===== Extracted material

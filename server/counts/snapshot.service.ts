import type { Snapshot } from '#shared/contracts/counts.ts'
import { problem } from '#shared/contracts/problems.ts'
import type { Clock } from '../clock.ts'
import type { Reader } from '../db/client.ts'
import type { Actor } from '../http/context.ts'
import { momentOf, openUnits, viewBins, type BinView } from './bin-view.service.ts'
import {
  changedBins,
  listHolds,
  listSnapshotItems,
  listSnapshotPolicies,
  readRoomVersion,
  tombstonesSince,
} from './counts.repository.ts'

/** What of the hospital's settings a phone needs. */
export interface SnapshotSettings {
  timeZone: string
  vitalPolicyText: string
  vitalPolicyLink: string
}

/** All a phone keeps of one room, or what changed since the version it has. */
export async function readSnapshot(
  db: Reader,
  clock: Clock,
  actor: Actor,
  settings: SnapshotSettings,
  query: { roomId: string; since?: number },
): Promise<Snapshot> {
  const roomId = Number(query.roomId)
  if (actor.roomIds !== null && !actor.roomIds.includes(roomId)) throw problem('not-found')
  // The version is read first: what changes meanwhile is sent twice rather than never.
  const version = await readRoomVersion(db, roomId)
  if (version.version === 0) throw problem('not-found')
  const since = query.since ?? 0
  const reset = query.since === undefined || since > version.version || since < version.resetBefore
  const ids = reset ? undefined : await changedBins(db, roomId, since)
  const views = await viewBins(db, momentOf(clock, settings.timeZone), {
    roomIds: actor.roomIds,
    roomId,
    binIds: ids,
    retired: false,
  })
  const live = views.filter((v) => !v.bin.retired)
  const binIds = live.map((v) => v.row.id)
  const catalogue = await listSnapshotItems(db, [
    ...new Set(live.flatMap((v) => (v.row.itemId === null ? [] : [v.row.itemId]))),
  ])
  return {
    roomId: String(roomId),
    version: version.version,
    reset,
    bins: live.map((v) => v.bin),
    items: catalogue.items.map((i) => ({
      id: String(i.id),
      code: i.code,
      name: i.name,
      unitOfUse: i.unitOfUse,
      countUnit: i.countUnit,
      countNote: i.countNote,
      ved: i.ved,
      orderUnit: i.orderUnit ?? i.unitOfUse,
      packSize: i.packSize ?? 1,
      lookalikes: catalogue.lookalikes.filter((l) => l.itemId === i.id).map((l) => l.name),
    })),
    barcodes: catalogue.barcodes.map((b) => ({ gtin: b.gtin, itemId: String(b.itemId), level: b.level })),
    cautions: cautionsOf(settings, catalogue),
    holds: await holdsOf(db, live),
    policies: (await listSnapshotPolicies(db, binIds)).map(toPolicy),
    openLines: live.flatMap((v) =>
      v.openLines.map((l) => ({
        orderLineId: String(l.lineId),
        orderNumber: l.orderNumber ?? '',
        binId: String(l.binId),
        units: openUnits(l),
        putAway: l.putAway,
        expectedOn: l.expectedOn,
      })),
    ),
    tombstones: reset
      ? []
      : (await tombstonesSince(db, roomId, since)).filter((id) => !binIds.includes(id)).map(String),
    authzVersion: actor.authzVersion,
    serverTime: clock.now().toISOString(),
  }
}

type Catalogue = Awaited<ReturnType<typeof listSnapshotItems>>

/** Cautions defer to the facility: the hospital's own text where it has one. */
function cautionsOf(settings: SnapshotSettings, catalogue: Catalogue): Snapshot['cautions'] {
  const cautions: Snapshot['cautions'] = []
  if (settings.vitalPolicyText) {
    cautions.push({
      kind: 'vital-policy',
      itemId: null,
      text: settings.vitalPolicyText,
      link: settings.vitalPolicyLink || null,
    })
  }
  for (const item of catalogue.items) {
    const itemId = String(item.id)
    const others = catalogue.lookalikes.filter((l) => l.itemId === item.id).map((l) => l.name)
    if (others.length) {
      cautions.push({
        kind: 'look-alike',
        itemId,
        link: null,
        text: `Looks or sounds like ${others.join(', ')}. Read name, size and strength on the pack before you take or count it.`,
      })
    }
    if (item.isLatex) {
      cautions.push({
        kind: 'latex',
        itemId,
        link: null,
        text: 'Recorded as containing natural rubber latex. Check the pack; follow your latex policy.',
      })
    }
    if (item.isColdChain) {
      cautions.push({
        kind: 'cold-chain',
        itemId,
        link: null,
        text: 'Storage limits are printed on the pack. If it may have been outside them, hold it and ask pharmacy. This app does not measure temperature.',
      })
    }
  }
  return cautions
}

async function holdsOf(db: Reader, views: BinView[]): Promise<Snapshot['holds']> {
  const held = views.filter((v) => v.facts.held > 0)
  const reasons = await listHolds(
    db,
    held.map((v) => v.row.id),
  )
  return held.map((v) => ({
    binId: v.bin.id,
    quantity: v.facts.held,
    reason: reasons.find((r) => r.binId === v.row.id)?.reason ?? null,
  }))
}

function toPolicy(row: Awaited<ReturnType<typeof listSnapshotPolicies>>[number]): Snapshot['policies'][number] {
  const demand = (row.result as { demand?: { meanPerDay?: number; variancePerDay?: number } | null } | null)?.demand
  return {
    binId: String(row.binId),
    reorderPoint: row.reorderPoint,
    parLevel: row.parLevel,
    meanPerDay: demand?.meanPerDay ?? null,
    variancePerDay: demand?.variancePerDay ?? null,
    input: row.input,
  }
}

==========

• [Required action]
Restate the whole listing word for word so that no line differs from the original.

• [Result of the exercise]
filename server/counts/snapshot.service.ts
import type { Snapshot } from '#shared/contracts/counts.ts'
import { problem } from '#shared/contracts/problems.ts'
import type { Clock } from '../clock.ts'
import type { Reader } from '../db/client.ts'
import type { Actor } from '../http/context.ts'
import { momentOf, openUnits, viewBins, type BinView } from './bin-view.service.ts'
import {
  changedBins,
  listHolds,
  listSnapshotItems,
  listSnapshotPolicies,
  readRoomVersion,
  tombstonesSince,
} from './counts.repository.ts'

/** What of the hospital's settings a phone needs. */
export interface SnapshotSettings {
  timeZone: string
  vitalPolicyText: string
  vitalPolicyLink: string
}

/** All a phone keeps of one room, or what changed since the version it has. */
export async function readSnapshot(
  db: Reader,
  clock: Clock,
  actor: Actor,
  settings: SnapshotSettings,
  query: { roomId: string; since?: number },
): Promise<Snapshot> {
  const roomId = Number(query.roomId)
  if (actor.roomIds !== null && !actor.roomIds.includes(roomId)) throw problem('not-found')
  // The version is read first: what changes meanwhile is sent twice rather than never.
  const version = await readRoomVersion(db, roomId)
  if (version.version === 0) throw problem('not-found')
  const since = query.since ?? 0
  const reset = query.since === undefined || since > version.version || since < version.resetBefore
  const ids = reset ? undefined : await changedBins(db, roomId, since)
  const views = await viewBins(db, momentOf(clock, settings.timeZone), {
    roomIds: actor.roomIds,
    roomId,
    binIds: ids,
    retired: false,
  })
  const live = views.filter((v) => !v.bin.retired)
  const binIds = live.map((v) => v.row.id)
  const catalogue = await listSnapshotItems(db, [
    ...new Set(live.flatMap((v) => (v.row.itemId === null ? [] : [v.row.itemId]))),
  ])
  return {
    roomId: String(roomId),
    version: version.version,
    reset,
    bins: live.map((v) => v.bin),
    items: catalogue.items.map((i) => ({
      id: String(i.id),
      code: i.code,
      name: i.name,
      unitOfUse: i.unitOfUse,
      countUnit: i.countUnit,
      countNote: i.countNote,
      ved: i.ved,
      orderUnit: i.orderUnit ?? i.unitOfUse,
      packSize: i.packSize ?? 1,
      lookalikes: catalogue.lookalikes.filter((l) => l.itemId === i.id).map((l) => l.name),
    })),
    barcodes: catalogue.barcodes.map((b) => ({ gtin: b.gtin, itemId: String(b.itemId), level: b.level })),
    cautions: cautionsOf(settings, catalogue),
    holds: await holdsOf(db, live),
    policies: (await listSnapshotPolicies(db, binIds)).map(toPolicy),
    openLines: live.flatMap((v) =>
      v.openLines.map((l) => ({
        orderLineId: String(l.lineId),
        orderNumber: l.orderNumber ?? '',
        binId: String(l.binId),
        units: openUnits(l),
        putAway: l.putAway,
        expectedOn: l.expectedOn,
      })),
    ),
    tombstones: reset
      ? []
      : (await tombstonesSince(db, roomId, since)).filter((id) => !binIds.includes(id)).map(String),
    authzVersion: actor.authzVersion,
    serverTime: clock.now().toISOString(),
  }
}

type Catalogue = Awaited<ReturnType<typeof listSnapshotItems>>

/** Cautions defer to the facility: the hospital's own text where it has one. */
function cautionsOf(settings: SnapshotSettings, catalogue: Catalogue): Snapshot['cautions'] {
  const cautions: Snapshot['cautions'] = []
  if (settings.vitalPolicyText) {
    cautions.push({
      kind: 'vital-policy',
      itemId: null,
      text: settings.vitalPolicyText,
      link: settings.vitalPolicyLink || null,
    })
  }
  for (const item of catalogue.items) {
    const itemId = String(item.id)
    const others = catalogue.lookalikes.filter((l) => l.itemId === item.id).map((l) => l.name)
    if (others.length) {
      cautions.push({
        kind: 'look-alike',
        itemId,
        link: null,
        text: `Looks or sounds like ${others.join(', ')}. Read name, size and strength on the pack before you take or count it.`,
      })
    }
    if (item.isLatex) {
      cautions.push({
        kind: 'latex',
        itemId,
        link: null,
        text: 'Recorded as containing natural rubber latex. Check the pack; follow your latex policy.',
      })
    }
    if (item.isColdChain) {
      cautions.push({
        kind: 'cold-chain',
        itemId,
        link: null,
        text: 'Storage limits are printed on the pack. If it may have been outside them, hold it and ask pharmacy. This app does not measure temperature.',
      })
    }
  }
  return cautions
}

async function holdsOf(db: Reader, views: BinView[]): Promise<Snapshot['holds']> {
  const held = views.filter((v) => v.facts.held > 0)
  const reasons = await listHolds(
    db,
    held.map((v) => v.row.id),
  )
  return held.map((v) => ({
    binId: v.bin.id,
    quantity: v.facts.held,
    reason: reasons.find((r) => r.binId === v.row.id)?.reason ?? null,
  }))
}

function toPolicy(row: Awaited<ReturnType<typeof listSnapshotPolicies>>[number]): Snapshot['policies'][number] {
  const demand = (row.result as { demand?: { meanPerDay?: number; variancePerDay?: number } | null } | null)?.demand
  return {
    binId: String(row.binId),
    reorderPoint: row.reorderPoint,
    parLevel: row.parLevel,
    meanPerDay: demand?.meanPerDay ?? null,
    variancePerDay: demand?.variancePerDay ?? null,
    input: row.input,
  }
}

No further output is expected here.